"""``audit``: find the scheme of each column of a table, the slips that break it, and the fixes.

A scholar gives a table (an ephemeris, a reciprocal table, a table of
sexagesimal values); numcheck finds the computing scheme of each column
(constant, linear, zigzag, step function, running sum, product, quotient,
reciprocal, or a relation the user states), checks every cell against it
exactly, names the likely slip of each cell that breaks it and what the
scribe should have written, and restores damaged cells from the scheme.

>>> import pandas as pd
>>> df = pd.DataFrame({"n": ["1", "2", "3", "4", "5"], "sq": ["1", "4", "9", "16", "25"]})
>>> audit(df, relation="sq = n * n").flags
[]
"""

from __future__ import annotations

import gc

from .._callable import make_package_callable
from .detect import detect_schemes, make_frame
from .diagnose import diagnose
from .restoration import restore_cells
from .result import SUGGESTION, AuditResult
from ..tables import read_table

__all__ = ["audit", "AuditResult", "SUGGESTION"]


def audit(table, *, notation: str | None = None, relation=None, columns=None,
          scheme=None, model=None, join=None) -> AuditResult:
    """Audit *table* (a path to a TSV/CSV/aligned text table, or a DataFrame).

    *notation* is the default notation of every cell (detected otherwise);
    *relation* a relation between columns to check (``"C = A + B"``,
    ``"B = prev(B) + A mod 360"``, ``"F = zigzag(d=0;36, M=15;16,5, m=11;5,5)"``),
    or a list of them; *scheme* a known scheme of a column, or a list
    (``"F: zigzag d=0;36 M=15;16,5 m=11;5,5"``, ``"F: ACT-LUN-B-F"``);
    *columns* the header names to audit (the others are left out, e.g. a
    column of month names); *model* the model of the function columns
    (``"chord"``, or ``"B=declination"`` per column; chosen automatically
    otherwise, see ``numcheck.audit.functions``); *join* the columns that
    hold one number together (``{"crd": ["crd_d", "crd_m", "crd_s"]}`` or
    ``"crd=crd_d,crd_m,crd_s"``; columns headed ``x°``, ``x′``, ``x″`` are
    joined by themselves).
    """
    from .diagnose import Finding

    # An audit makes a few objects per cell and no reference cycles; the
    # cyclic garbage collector would walk all the cells made so far again and
    # again while a long table is read, so it is paused for the audit (the
    # time then grows in proportion to the lines).
    collecting = gc.isenabled()
    gc.disable()
    try:
        tab = read_table(table, notation=notation, columns=columns, join=join)
        frame = make_frame(tab)
        schemes = detect_schemes(frame, relation=relation, scheme=scheme, model=model)
        findings, pending, true = diagnose(tab, frame, schemes)
        restorations, misfits = restore_cells(tab, frame, pending)
    finally:
        if collecting:
            gc.enable()
    for p, _ in misfits:
        if tab.columns[p.column].cells[p.index].unreadable:
            continue   # listed under "unreadable", not a slip
        findings.append(Finding(p.index, p.column, "unexplained",
                                "no reading of the traces fits the scheme here", None, p.expected))
    findings.sort(key=lambda f: (f.index, frame.names.index(f.column)))
    found = {s.column for s in schemes}
    unchecked = [n for n in frame.names if n not in found]
    return AuditResult(tab, frame, schemes, findings, restorations, unchecked, true)


make_package_callable(__name__, audit)
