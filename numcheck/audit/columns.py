"""Schemes across columns: running sums, products, quotients, reciprocals.

* Running sum: B_n = B_n−1 + A_n, modulo 360° for a longitude written within
  signs (the sign advances whenever the sum passes 30°), schemes-and-slips.md §1.3.
* Product and quotient of two columns, C = A·B or C = A/B, exact; for
  floating (cuneiform) columns the magnitude is free, so the digits are
  compared without it.
* Reciprocal (igi): n × igi(n) is a power of 60 (Old Babylonian reciprocal
  tables, Neugebauer & Sachs, MCT 1945; schemes-and-slips.md §1.6).
"""

from __future__ import annotations

from .. import limits

from fractions import Fraction
from itertools import permutations

from ..placevalue import mantissa
from .schemes import Scheme, support_chained, support_row, value_text

__all__ = ["RunningSumScheme", "ProductScheme", "QuotientScheme", "MultipleScheme", "ReciprocalScheme",
           "fit_cross"]

#: Rows used to look for a relation between columns before checking it all.
_SAMPLE = 120


class RunningSumScheme(Scheme):
    """B_n = B_n−1 + A_n (modulo 360° for a longitude)."""

    kind = "running-sum"

    def __init__(self, column, frame, source, modulus):
        super().__init__(column, frame)
        self.source = source
        self.inputs = (source,)
        self.modulus = modulus

    def step(self, state, i, src):
        a = src[self.source][i]
        if a is None:
            return None
        return (self._norm(state[0] + a), None)

    def back(self, state, i, src):
        a = src[self.source][i]
        if a is None:
            return None
        return (self._norm(state[0] - a), None)

    def params(self):
        out = {"of": self.source}
        if self.modulus:
            out["modulus"] = value_text(self.frame.fraction(self.modulus))
        return out

    def describe(self):
        mod = f" modulo {self.frame.fraction(self.modulus)}" if self.modulus else ""
        return f"running sum of column {self.source}{mod}"


class _RowScheme(Scheme):
    chained = False

    def __init__(self, column, frame, a, b):
        super().__init__(column, frame)
        self.a, self.b = a, b
        self.inputs = (a, b)
        self.floating = frame.floating.get(column, False)

    def _fix(self, value, i):
        """Put a floating result at the magnitude of the written cell."""
        if not self.floating:
            return value
        m = mantissa(Fraction(value, self.frame.scale) if isinstance(value, int) else value / self.frame.scale)
        if m is None:
            return None
        written = self.frame.written[self.column][i]
        target = m * self.frame.scale
        if written is not None and mantissa(Fraction(written, self.frame.scale)) == m:
            return written
        return target if target.denominator != 1 else target.numerator

    def params(self):
        return {"of": [self.a, self.b], "operation": "product"}


class ProductScheme(_RowScheme):
    kind = "product"

    def expect(self, i, src):
        x, y = src[self.a][i], src[self.b][i]
        if x is None or y is None:
            return None
        v = Fraction(x * y, self.frame.scale)
        return self._fix(v.numerator if v.denominator == 1 else v, i)

    def describe(self):
        return f"product {self.column} = {self.a} × {self.b}"


class QuotientScheme(_RowScheme):
    # DESIGN.md's kinds have no "quotient": a quotient is a product with a reciprocal.
    kind = "product"

    def params(self):
        return {"of": [self.a, self.b], "operation": "quotient"}

    def expect(self, i, src):
        x, y = src[self.a][i], src[self.b][i]
        if x is None or not y:
            return None
        v = Fraction(x * self.frame.scale, y)
        return self._fix(v.numerator if v.denominator == 1 else v, i)

    def describe(self):
        return f"quotient {self.column} = {self.a} / {self.b}"


class MultipleScheme(_RowScheme):
    """C = k × A for a constant k (a multiplication table, a change of unit)."""

    kind = "product"

    def __init__(self, column, frame, a, factor: Fraction):
        super().__init__(column, frame, a, a)
        self.inputs = (a,)
        self.factor = factor

    def expect(self, i, src):
        x = src[self.a][i]
        if x is None:
            return None
        v = self.factor * x
        return self._fix(v.numerator if v.denominator == 1 else v, i)

    def params(self):
        return {"of": [self.a], "operation": "multiple", "factor": value_text(self.factor)}

    def describe(self):
        from ..reading import sexagesimal_text
        return f"{self.column} = {sexagesimal_text(self.factor)} × {self.a}"

    @classmethod
    def fit(cls, column, frame, a):
        from .schemes import mode
        floating = frame.floating.get(column, False)
        ratios = []
        for x, y in zip(frame.written[a][:_SAMPLE], frame.written[column][:_SAMPLE]):
            if x and y is not None:
                r = Fraction(y, x)
                ratios.append(mantissa(r) if floating else r)
        ratios = [r for r in ratios if r is not None]
        if len(ratios) < 3:
            return None
        k, count = mode(ratios)
        if k in (None, 0, 1) or count * 2 <= len(ratios):
            return None
        return cls(column, frame, a, k)


class ReciprocalScheme(Scheme):
    """igi: the column holds the reciprocal of another, n × igi a power of 60."""

    kind = "reciprocal"
    chained = False

    def __init__(self, column, frame, source):
        super().__init__(column, frame)
        self.source = source
        self.inputs = (source,)

    def expect(self, i, src):
        n = src[self.source][i]
        if not n:
            return None
        s = self.frame.scale
        inv = Fraction(s * s, n)   # scaled value of 1/n
        written = self.frame.written[self.column][i]
        if written is not None and mantissa(Fraction(written) * n / (s * s)) == 1:
            return written
        # Put the reciprocal at the magnitude the written cell has (the
        # floating value is read at the scale of its last place).
        # The magnitude is found on the absolute value (a negative n would
        # otherwise grow without end), then the sign is put back.
        best = abs(inv)
        if written:
            while best * 60 <= abs(written) and best * 60 <= s * 60 ** 12:
                best *= 60
            while best > abs(written) * 60 and best > 0:
                best /= 60
        if inv < 0:
            best = -best
        return best.numerator if best.denominator == 1 else best

    def params(self):
        return {"of": self.source, "rule": "n × igi(n) is a power of 60"}

    def describe(self):
        return f"reciprocal of column {self.source} (n × igi a power of 60)"


def fit_cross(frame, taken: set[str]) -> list[Scheme]:
    """Every relation between columns that most sampled lines satisfy.

    Every pair and triple of columns is tried in a table of up to
    ``limits.AUDIT_CROSS_COLUMNS`` columns.  A wider table is searched among
    neighbours only (columns at most ``limits.AUDIT_CROSS_WINDOW`` apart),
    with a warning that says so: the full search is cubic in the columns
    (1,000 columns once took minutes).  A relation between distant columns
    can still be stated (``relation=``).
    """
    found: list[Scheme] = []
    names = frame.names
    wide = len(names) > limits.AUDIT_CROSS_COLUMNS
    window = max(2, int(limits.AUDIT_CROSS_WINDOW)) if wide else len(names)
    if wide:
        import warnings

        from ..errors import NumcheckWarning
        warnings.warn(f"The table has {len(names)} columns (over numcheck.limits."
                      f"AUDIT_CROSS_COLUMNS = {limits.AUDIT_CROSS_COLUMNS}): relations between "
                      f"columns were looked for only among columns at most {window} apart "
                      f"(numcheck.limits.AUDIT_CROSS_WINDOW); state a relation between distant "
                      "columns with --relation.", NumcheckWarning, stacklevel=3)
    index = {n: i for i, n in enumerate(names)}

    def near(*cols) -> bool:
        where = [index[c] for c in cols]
        return max(where) - min(where) <= window

    pairs = [(a, b) for a, b in permutations(names, 2) if near(a, b)] if wide \
        else list(permutations(names, 2))
    for a, b in pairs:
        if b in taken:
            continue
        for modulus in _moduli(frame, b):
            s = RunningSumScheme(b, frame, a, modulus)
            s.support = support_chained(s, frame.written[b][:_SAMPLE], frame.written)
            if s.support > 0.5:
                found.append(s)
                break
        if index[a] > index[b]:
            continue  # n × igi is symmetric: the igi is the column to the right
        r = ReciprocalScheme(b, frame, a)
        r.support = support_row(r, frame.written[b], frame.written, _SAMPLE)
        if r.support > 0.5 and _is_reciprocal_pair(frame, a, b):
            found.append(r)
        m = MultipleScheme.fit(b, frame, a)
        if m is not None:
            m.support = support_row(m, frame.written[b], frame.written, _SAMPLE)
            if m.support > 0.5:
                found.append(m)
    for a, b in pairs:
        lo, hi = min(index[a], index[b]), max(index[a], index[b])
        thirds = names[max(0, hi - window):lo + window + 1] if wide else names
        for c in thirds:
            if c in (a, b) or c in taken:
                continue
            for cls in ((ProductScheme,) if a < b else ()) + (QuotientScheme,):
                s = cls(c, frame, a, b)
                s.support = support_row(s, frame.written[c], frame.written, _SAMPLE)
                if s.support > 0.5:
                    found.append(s)
    return found


def _moduli(frame, column):
    mod = frame.modulus.get(column)
    return [mod] if mod else [None]


def _is_reciprocal_pair(frame, a, b) -> bool:
    # A column of ones beside another is not a reciprocal table; the source
    # must vary and not be a constant column.
    vals = [v for v in frame.written[a] if v is not None]
    return len(set(vals)) > 2
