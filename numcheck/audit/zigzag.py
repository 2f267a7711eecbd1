"""Linear zigzag functions: a difference d per line, reflected at M and m.

The rule at the turns (schemes-and-slips.md §1.1, after Neugebauer, ACT 1955
vol. 1, and the CDLI page of YPM BC 001878): when y + d passes the maximum M,
the overshoot is folded back, y' = 2M − (y + d), and the function falls; at
the minimum, y' = 2m − (y − d).  Hitting an extreme exactly writes it and
turns.  d is the mode of the absolute differences; M and m come from the pairs
of lines that straddle a turn, M = (y_n + y_n+1 + d)/2, m = (y_n + y_n+1 − d)/2,
each taken as the mode over all the turns, so that one slip cannot move them.
The period P = 2(M − m)/d in lines is matched against the period relations
of the catalogue when it is installed.
"""

from __future__ import annotations

from fractions import Fraction

from ..reading import exact_text, sexagesimal_text
from .schemes import Scheme, diffs, mode, value_text

__all__ = ["ZigzagScheme"]


class ZigzagScheme(Scheme):
    """A linear zigzag function with difference d between m and M."""

    kind = "zigzag"

    def __init__(self, column, frame, d, M, m):
        super().__init__(column, frame)
        self.d, self.M, self.m = d, M, m

    # state: (value, direction of the next step: +1 rising, -1 falling)
    def step(self, state, i, src):
        v, direction = state
        nv = v + direction * self.d
        if direction > 0 and self.M is not None and nv >= self.M:
            return (2 * self.M - nv, -1)
        if direction < 0 and self.m is not None and nv <= self.m:
            return (2 * self.m - nv, 1)
        return (nv, direction)

    def _inside(self, v) -> bool:
        return (self.M is None or v <= self.M) and (self.m is None or v >= self.m)

    def start(self, value, i, nxt, src):
        if not self._inside(value):
            return None
        for direction in (1, -1):
            got = self.step((value, direction), i + 1, src)
            if got[0] == nxt:
                return (value, direction)
        return None

    def back(self, state, i, src):
        v, direction = state
        d = self.d
        guesses = [v - direction * d, v + direction * d]
        if self.M is not None:
            guesses.append(2 * self.M - v - d)
        if self.m is not None:
            guesses.append(2 * self.m - v + d)
        for p in guesses:
            if not self._inside(p):
                continue
            for pd in (direction, -direction):
                if self.step((p, pd), i, src) == (v, direction):
                    return (p, pd)
        return None

    def special(self, prev, i, src, written):
        """A missed turn: the step taken straight on past M or m, or reflected too early."""
        if prev is None:
            return None
        v, direction = prev
        straight = v + direction * self.d
        turned = v - direction * self.d
        due = self.step(prev, i, src)[0]
        if due != straight and written == straight:
            from ..slips import Diagnosis
            limit = "maximum" if direction > 0 else "minimum"
            return Diagnosis("turning-point", f"the step went straight on past the {limit} "
                                              "instead of being reflected")
        if due == straight and written == turned:
            from ..slips import Diagnosis
            return Diagnosis("turning-point", "the direction was reversed before the turn was due")
        return None

    @property
    def period(self) -> Fraction | None:
        if self.M is None or self.m is None:
            return None
        return Fraction(2 * (self.M - self.m)) / Fraction(self.d)

    def params(self):
        f = self.frame.fraction
        out = {"d": value_text(f(self.d))}
        if self.M is not None:
            out["M"] = value_text(f(self.M))
        if self.m is not None:
            out["m"] = value_text(f(self.m))
        if self.M is not None and self.m is not None:
            out["mean"] = value_text(f(self.M + self.m) / 2)
            out["amplitude"] = value_text(f(self.M - self.m))
            out["period_lines"] = value_text(self.period)
            match = _period_relation(self.period)
            if match is not None:
                out["period_relation"] = match
        return out

    def describe(self):
        f = self.frame.fraction
        parts = [f"d = {sexagesimal_text(f(self.d))}"]
        if self.M is not None:
            parts.append(f"M = {sexagesimal_text(f(self.M))}")
        if self.m is not None:
            parts.append(f"m = {sexagesimal_text(f(self.m))}")
        if self.period is not None:
            parts.append(f"P = {sexagesimal_text(self.period)} lines ({exact_text(self.period)})")
        return "linear zigzag, " + ", ".join(parts)

    @classmethod
    def fit(cls, column, frame):
        values = frame.written[column]
        pairs = diffs(values)
        if len(pairs) < 4:
            return None
        d, n = mode([abs(x) for _, x in pairs])
        if not d or n * 2 <= len(pairs):
            return None
        dmap = dict(pairs)  # row index i -> y_i - y_{i-1}
        maxima, minima = [], []
        for i, _ in pairs:
            # the pair (i, i+1) straddles a turn when the line before rose by d
            # and the line after falls by d (or the converse at a minimum)
            before, after = dmap.get(i), dmap.get(i + 2)
            if before is None or after is None or i + 1 >= len(values) or values[i + 1] is None:
                continue
            total = values[i] + values[i + 1]
            if before == d and after == -d:
                maxima.append(_half(total + d))
            elif before == -d and after == d:
                minima.append(_half(total - d))
        if not maxima and not minima:
            return None
        # The commonest turn values; where turns disagree (a slip at a turn),
        # the pair that explains the most lines wins.
        best, best_support = None, -1.0
        sample = values[:_SAMPLE]
        from .schemes import support_chained
        for M in _commonest(maxima):
            for m in _commonest(minima):
                if M is not None and m is not None and not m < M:
                    continue
                scheme = cls(column, frame, d, M, m)
                support = support_chained(scheme, sample, None)
                if support > best_support:
                    best, best_support = scheme, support
        return best


#: Lines used to choose between turn values that disagree.
_SAMPLE = 2000


def _commonest(values: list, k: int = 3) -> list:
    """Up to *k* commonest values, commonest first ([None] when there are none)."""
    if not values:
        return [None]
    from collections import Counter
    return [v for v, _ in Counter(values).most_common(k)]


def _half(x):
    return x // 2 if isinstance(x, int) and x % 2 == 0 else Fraction(x) / 2


def _period_relation(period: Fraction) -> dict | None:
    """The catalogue entry whose value, or the ratio of two sides of a period
    relation, is this period (when the catalogue is installed)."""
    try:
        from .. import catalogue
        entries = catalogue.entries()
    except Exception:   # the catalogue is optional for the audit
        return None
    for entry in entries:
        ratios = {entry.value}
        singles = [side.terms[0].number for side in entry.sides if len(side.terms) == 1]
        for a in singles:
            for b in singles:
                if a and b and a != b:
                    ratios.add(Fraction(a) / Fraction(b))
        if period in ratios:
            return {"id": entry.id, "statement": entry.statement, "source": entry.source,
                    "period": exact_text(period)}
    return None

• **Work to be completed**
Which lines of the records above contain the word "dmap"? Report each one.

• **Answer below**
        dmap = dict(pairs)  # row index i -> y_i - y_{i-1}
            before, after = dmap.get(i), dmap.get(i + 2)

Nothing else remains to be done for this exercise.